You will have to read the InputStream and create a new zip file from it in the normal way you create zip files.

Answer 3

A better alternative seems to use a zip file system to "file copy" a selection of files from one to another zip.

This zip file system is already provided in Java SE for the jar: protocol. So if you have an URI file:/xxx/yyy.zip make an URI jar:file:/xxx/yyy.zip.

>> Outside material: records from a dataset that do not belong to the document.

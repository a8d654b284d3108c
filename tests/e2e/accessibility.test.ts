import { appendFileSync, mkdirSync } from 'node:fs';
import { join } from 'node:path';
import type { Browser } from 'playwright-core';
import { afterAll, beforeAll, describe, expect, it } from 'vitest';
import { paths } from '../../apps/web/src/config/paths';
import { ARTIFACTS, audit, baseUrl, launch, newCspViolations, signIn } from './browser';
import { PEOPLE as ALL_PEOPLE, demoUrls, settle, type PathKey } from './demo-urls';

let browser: Browser;

/** Progress lines in tests/artifacts/accessibility.log (vitest holds console output until a test ends). */
function log(line: string) {
  mkdirSync(ARTIFACTS, { recursive: true });
  appendFileSync(join(ARTIFACTS, 'accessibility.log'), `${line}\n`);
}

/** One account per role: the seller has the member role only, so axe has seen those screens already. */
const PEOPLE = ALL_PEOPLE.filter((p) => p.who !== 'seller');

/** One concrete URL per route in config/paths.ts, ids taken from the member's own seeded rows. */
let urls: Record<PathKey, string>;

beforeAll(async () => {
  browser = await launch();
  urls = await demoUrls(browser);
});
afterAll(async () => {
  await browser.close();
});

describe('axe on every screen, for every role, at desktop and phone widths', () => {
  it('has a URL for every route the client declares', () => {
    expect(Object.keys(urls).sort()).toEqual(Object.keys(paths).sort());
  });

  it.each(PEOPLE)(
    '$who: no serious or critical violations on any screen',
    async ({ who, email }) => {
      const failures: string[] = [];
      for (const width of [1280, 390]) {
        const page = await browser.newPage({ viewport: { width, height: 900 } });
        if (email) await signIn(page, email);
        for (const [key, url] of Object.entries(urls)) {
          const t0 = Date.now();
          await page.goto(`${baseUrl()}${url}`);
          await settle(page);
          const t1 = Date.now();
          try {
            await audit(page, `${key} as ${who} at ${width} px`);
          } catch (err) {
            failures.push((err as Error).message);
          }
          log(`${who} ${width} ${key}: load ${t1 - t0} ms, axe ${Date.now() - t1} ms`);
        }
        // The 404 screen too.
        await page.goto(`${baseUrl()}/no-such-screen`);
        await settle(page);
        await audit(page, `not found as ${who} at ${width} px`).catch((err: unknown) =>
          failures.push((err as Error).message),
        );
        await page.close();
      }
      failures.forEach((f) => log(f));
      expect(failures, failures.join('\n\n')).toEqual([]);
    },
    600_000,
  );
});

describe('the checks themselves', () => {
  it('axe fails a page with an unlabelled field and an empty button', async () => {
    const page = await browser.newPage();
    await page.goto(`${baseUrl()}/calculators`);
    await settle(page);
    await page.evaluate(() => {
      const main = document.querySelector('main');
      main?.insertAdjacentHTML('beforeend', '<input type="text"><button></button>');
    });
    await expect(audit(page, 'planted faults')).rejects.toThrow(/label|button-name/);
    await page.close();
  });

  it('a refused inline script is caught by the page listener and by the report endpoint', async () => {
    const found: ReturnType<typeof newCspViolations> = [];
    const page = await browser.newPage();
    await page.goto(`${baseUrl()}/`);
    await settle(page);
    await page.evaluate(() => {
      const s = document.createElement('script');
      s.textContent = 'window.planted = 1';
      document.body.append(s);
    });
    await expect
      .poll(
        () => {
          found.push(...newCspViolations());
          return [...new Set(found.map((v) => v.via))].sort();
        },
        { timeout: 10000 },
      )
      .toEqual(['console', 'event', 'report']);
    expect(found.every((v) => /script-src/.test(v.detail))).toBe(true);
    expect(await page.evaluate(() => (window as unknown as { planted?: number }).planted)).toBe(
      undefined,
    );
    await page.close();
  });
});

URI sourceZipURI = URI.create("jar:" + sourceZip); // "jar:file:/.../... .zip"
URI targetZipURI = URI.create("jar:" + targetZip); // 

Map<String, Object> senv = new HashMap<>(); 
FileSystem sourceZipFS = FileSystems.newFileSystem(sourceZipURI, senv, null);

Map<String, Object> tenv = new HashMap<>(); 
tenv.put("create", "true");
FileSystem targetZipFS = FileSystems.newFileSystem(targetZipURI, tenv, null);

// Example of a file copy:
Path sourcePath = sourceZipFS.getPath("/file1.txt");
Path targetPath = targetZipFS.getPath("/file1.txt"); // Or"/"
Files.copy(sourcePath, targetPath);

// Example of a zip traversal:
Files.walkFileTree(sourceZipFS.getPath("/"),
    new SimpleFileVisitor<Path>() {

        @Override
        public FileVisitResult visitFile(Path file,
                    BasicFileAttributes attrs)
                      throws IOException {
             ...
             return FileVisitResult.CONTINUE;
        }
    });

sourceZipFS.close();
targetZipFS.close();

A ZipInputStream/ZipOutputStream is possible too. For that search for some example code; as correct code would take some changes/additions.